Флинн обнаружил только входное отверстие пули, темно-красную дырочку, откуда все еще медленно сочилась водянистая кровь. Он мог бы просунуть туда свой большой палец, но делать этого не стал, только осторожно ощупал ногу с обратной стороны и нашел в мякоти твердый бугорок, где прямо под кожей застрял кусочек металла.
– Черт побери, черт побери, вот зараза, – прошептал он не столько от боли, сколько от злости на столь маловероятное стечение обстоятельств, когда пуля срикошетила именно туда, где под берегом стоял он, причем с такой скоростью, что не продырявила ему ногу насквозь, не вылетела с обратной стороны, а осталась у него в бедре.

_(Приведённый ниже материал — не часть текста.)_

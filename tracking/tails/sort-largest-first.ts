/** Stretches as short as this are sorted by insertion. */
const SHORT = 16;

/**
 * Sorts sizes from the largest on, along with their owners; of equal sizes that of the lowest owner comes first. In
 * place, since the samples of a long recording fill much memory: quicksort by the median of three, the shorter part
 * first (Hoare 1962; Sedgewick 1978), so that it goes no deeper than the logarithm of the length.
 */
export function sortLargestFirst(
  size: Float64Array,
  owner: Uint32Array,
  from = 0,
  to = size.length - 1,
): void {
  while (to - from >= SHORT) {
    const pivot = middleOf(size, owner, from, (from + to) >> 1, to);
    const pivotSize = size[pivot];
    const pivotOwner = owner[pivot];
    let low = from;
    let high = to;
    while (low <= high) {
      while (size[low] > pivotSize || (size[low] === pivotSize && owner[low] < pivotOwner)) low++;
      while (size[high] < pivotSize || (size[high] === pivotSize && owner[high] > pivotOwner)) high--;
      if (low > high) break;
      swap(size, owner, low++, high--);
    }
    if (high - from < to - low) {
      sortLargestFirst(size, owner, from, high);
      from = low;
    } else {
      sortLargestFirst(size, owner, low, to);
      to = high;
    }
  }
  insertInto(size, owner, from, to);
}

/** Which of three stands between the others. */
function middleOf(size: Float64Array, owner: Uint32Array, a: number, b: number, c: number): number {
  const first = (i: number, j: number) => size[i] > size[j] || (size[i] === size[j] && owner[i] <= owner[j]);
  if (first(a, b)) return first(b, c) ? b : first(a, c) ? c : a;
  return first(a, c) ? a : first(b, c) ? c : b;
}

function swap(size: Float64Array, owner: Uint32Array, i: number, j: number): void {
  const movedSize = size[i];
  const movedOwner = owner[i];
  size[i] = size[j];
  owner[i] = owner[j];
  size[j] = movedSize;
  owner[j] = movedOwner;
}

function insertInto(size: Float64Array, owner: Uint32Array, from: number, to: number): void {
  for (let k = from + 1; k <= to; k++) {
    const movedSize = size[k];
    const movedOwner = owner[k];
    let at = k - 1;
    for (; at >= from; at--) {
      if (size[at] > movedSize || (size[at] === movedSize && owner[at] <= movedOwner)) break;
      size[at + 1] = size[at];
      owner[at + 1] = owner[at];
    }
    size[at + 1] = movedSize;
    owner[at + 1] = movedOwner;
  }
}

Флинн медленно распрямил ногу, проверяя, не сломана ли кость. От этого движения легкий мат плавучего папируса, на котором он лежал, слегка качнулся.
– Еще немного – и могла бы задеть кость… но не задела, – облегченно проворчал он и в первый раз почувствовал легкое головокружение и подступающую слабость. – Да-а, слегка подрастерял кровушки, – заметил он и тут увидел, что из раны прорвалась свежая струйка алой крови и смешалась с каплями воды, ползущими вниз по ноге и падающими на сухой, плотно слежавшийся папирус. – Надо бы остановить это дело, – снова прошептал он.
Флинн был совершенно голый и мокрый. Ни ремня, ни даже куска ткани, которую можно было бы использовать в качестве жгута, у него не было, но кровотечение как-то надо остановить. Плохо слушающимися от слабости пальцами он нарвал пучок длинных, как сабля, листьев растущего кругом тростника и стал плести из них веревку. Закончив, обмотал ее вокруг ноги повыше раны, стянул потуже и завязал узлом. Струйка крови уменьшилась и почти совсем прекратилась, и только тогда Флинн откинулся на спину и закрыл глаза.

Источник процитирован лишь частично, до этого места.